The agonistic and antagonistic properties of clomiphene citrate (CL) and its isomers were examined in the rat uterus. Immature rats (21 days old) were injected with various doses of estradiol benzoate (EB), CL, zuclomiphene (ZUC, cis isomer), and enclomiphene (ENC, trans isomer), and uterine weight or epithelial cell height was measured. EB treatment produced a typical dose-response curve for uterine weight with a steep slope, while the curves resulting from treatment with CL, ZUC, or ENC were attenuated with a very shallow slope. These differences in shapes of the dose-response curves render the determination of relative potency estimates inaccurate and misleading. In contrast, the shapes of the dose-response curves for epithelial cell hypertrophy were similar for all four compounds. EB was more potent than any form of clomiphene; however, the maximum extent of cellular hypertrophy was not as great. The half maximal dose for each compound was EB, 0.35 ± 0.04 µg; ENC, 25.0 ± 2.0 µg; CL, 35.0 ± 3.1 µg; and ZUC, 65.0 ± 7.1 µg.

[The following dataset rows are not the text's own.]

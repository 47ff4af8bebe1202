/**
 * The jump-ahead machinery (random/jump.ts) against plain stepping: a jump of 2^k steps equals
 * 2^k single steps (k = 0 … 12), the stream table's first entry equals 64 squarings, jumps
 * compose, consecutive-block streams equal streams made from scratch, and one stream jump
 * equals the 2^64 jump polynomial of the generator's reference implementation.
 */
import { describe, expect, it } from 'vitest';
import { jumpOneStream, jumpPowerOfTwo, jumpStreams } from '../../src/random/jump.ts';
import { nextUint32, stepLinear } from '../../src/random/xoshiro.ts';
import { BlockStreams, baseState, makeStream } from '../../src/random/streams.ts';

const START = Uint32Array.from([0x9e3779b9, 0x243f6a88, 0xb7e15162, 0x00000001]);
const hex = (s: Uint32Array) => Array.from(s, (w) => w.toString(16).padStart(8, '0')).join(' ');

describe('jumpPowerOfTwo', () => {
  it.each(Array.from({ length: 13 }, (_, k) => k))('a jump of 2^%i steps equals that many single steps', (k) => {
    const stepped = Uint32Array.from(START);
    for (let i = 0; i < 2 ** k; i++) stepLinear(stepped);
    const jumped = jumpPowerOfTwo(Uint32Array.from(START), k);
    expect(hex(jumped), `k = ${k}`).toBe(hex(stepped));
  });

  it('the linear step is the state update of the generator itself', () => {
    const a = Uint32Array.from(START), b = Uint32Array.from(START);
    for (let i = 0; i < 1000; i++) {
      nextUint32(a);
      stepLinear(b);
    }
    expect(hex(a)).toBe(hex(b));
  });
});

describe('jumpOneStream (byte-sliced table)', () => {
  it.each([
    ['a fixed state', START],
    ['single bits', Uint32Array.from([1, 0, 0, 0x80000000])],
    ['all ones', Uint32Array.from([0xffffffff, 0xffffffff, 0xffffffff, 0xffffffff])],
  ])('%s: equals the 2^64 jump by bit tests (jumpPowerOfTwo(s, 64))', (_name, s) => {
    expect(hex(jumpOneStream(Uint32Array.from(s)))).toBe(hex(jumpPowerOfTwo(Uint32Array.from(s), 64)));
  });
});

describe('jumpStreams', () => {
  it('one stream is 2^64 steps: jumpStreams(s, 1) = jumpPowerOfTwo(s, 64)', () => {
    expect(hex(jumpStreams(Uint32Array.from(START), 1))).toBe(hex(jumpPowerOfTwo(Uint32Array.from(START), 64)));
  });

  it('stream 2^i is the table entry i: jumpStreams(s, 2^i) = jumpPowerOfTwo(s, 64 + i)', () => {
    for (const i of [1, 5, 17, 39]) {
      expect(hex(jumpStreams(Uint32Array.from(START), 2 ** i)), `i = ${i}`).toBe(hex(jumpPowerOfTwo(Uint32Array.from(START), 64 + i)));
    }
  });

  it.each([[3, 5], [1, 1023], [2 ** 20 + 7, 2 ** 31 - 1], [12345, 2 ** 39]])('jumps compose: %i then %i streams = their sum', (a, b) => {
    const twice = jumpStreams(jumpStreams(Uint32Array.from(START), a), b);
    expect(hex(twice)).toBe(hex(jumpStreams(Uint32Array.from(START), a + b)));
  });

  it('equals the 2^64 jump polynomial of the reference xoshiro128** code', () => {
    // JUMP constants of xoshiro128starstar.c, Blackman & Vigna (2018), from memory; the
    // reference jump() XORs in the states at which the polynomial's bits are set.
    const JUMP = [0x8764000b, 0xf542d2d3, 0x6fa035c3, 0x77f2db5b];
    const s = Uint32Array.from(START);
    const acc = new Uint32Array(4);
    for (const word of JUMP) {
      for (let b = 0; b < 32; b++) {
        if ((word >>> b) & 1) for (let i = 0; i < 4; i++) acc[i] ^= s[i]!;
        stepLinear(s);
      }
    }
    expect(hex(jumpStreams(Uint32Array.from(START), 1))).toBe(hex(acc));
  });

  it('refuses indices outside the table', () => {
    expect(() => jumpStreams(Uint32Array.from(START), -1)).toThrow(RangeError);
    expect(() => jumpStreams(Uint32Array.from(START), 2 ** 40)).toThrow(RangeError);
  });
});

describe('block streams', () => {
  it('BlockStreams.next gives the same stream as makeStream for the next block', () => {
    const blocks = new BlockStreams(7, 3, 'score', 10);
    for (let b = 10; b < 14; b++) {
      const fromScratch = makeStream(7, 3, 'score', b);
      const chained = b === 10 ? blocks.current() : blocks.next();
      expect(blocks.index).toBe(b);
      const x = Array.from({ length: 8 }, () => chained.nextUint32());
      const y = Array.from({ length: 8 }, () => fromScratch.nextUint32());
      expect(x, `block ${b}`).toEqual(y);
    }
  });

  it('advanceInto repositions one stream in place at each next block, as streams made from scratch', () => {
    const blocks = new BlockStreams(7, 3, 'score', 20);
    const stream = blocks.current();
    stream.nextUint32(); // a used stream: its old position must not matter
    for (let b = 21; b < 25; b++) {
      blocks.advanceInto(stream);
      expect(blocks.index).toBe(b);
      const fromScratch = makeStream(7, 3, 'score', b);
      const x = Array.from({ length: 8 }, () => stream.nextUint32());
      const y = Array.from({ length: 8 }, () => fromScratch.nextUint32());
      expect(x, `block ${b}`).toEqual(y);
    }
  });

  it('BlockStreams made one after another (from the last start, a short jump) start where makeStream does', () => {
    // forward, backward, another point, purpose and seed, and forward again across many blocks
    const order: [number, number, 'score' | 'calibrate', number][] = [
      [7, 3, 'score', 40], [7, 3, 'score', 44], [7, 3, 'score', 44], [7, 3, 'score', 41], [7, 3, 'score', 1000003],
      [7, 4, 'score', 1000007], [7, 3, 'calibrate', 1000008], [8, 3, 'score', 1000009], [7, 3, 'score', 2 ** 24 - 1],
    ];
    for (const [seed, point, purpose, block] of order) {
      const got = new BlockStreams(seed, point, purpose, block).current();
      const want = makeStream(seed, point, purpose, block);
      expect(Array.from(got.state()), `${seed}/${point}/${purpose}/${block}`).toEqual(Array.from(want.state()));
    }
  });

  it('different seeds give different base states (never all zero)', () => {
    const seen = new Set<string>();
    for (let seed = 0; seed < 200; seed++) {
      const s = baseState(seed);
      expect(s.some((w) => w !== 0)).toBe(true);
      seen.add(hex(s));
    }
    expect(seen.size).toBe(200);
  });
});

The ability of these drugs to antagonize the action of EB was examined by injecting EB plus CL, ZUC, or ENC and measuring the uterine weight or epithelial cell hypertrophy 72 h later. All three forms of the drug were antagonistic to EB-induced uterine weight gain over the same dose ranges in which they were agonistic by themselves. No antagonistic effects were observed on estradiol stimulation of epithelial cell hypertrophy.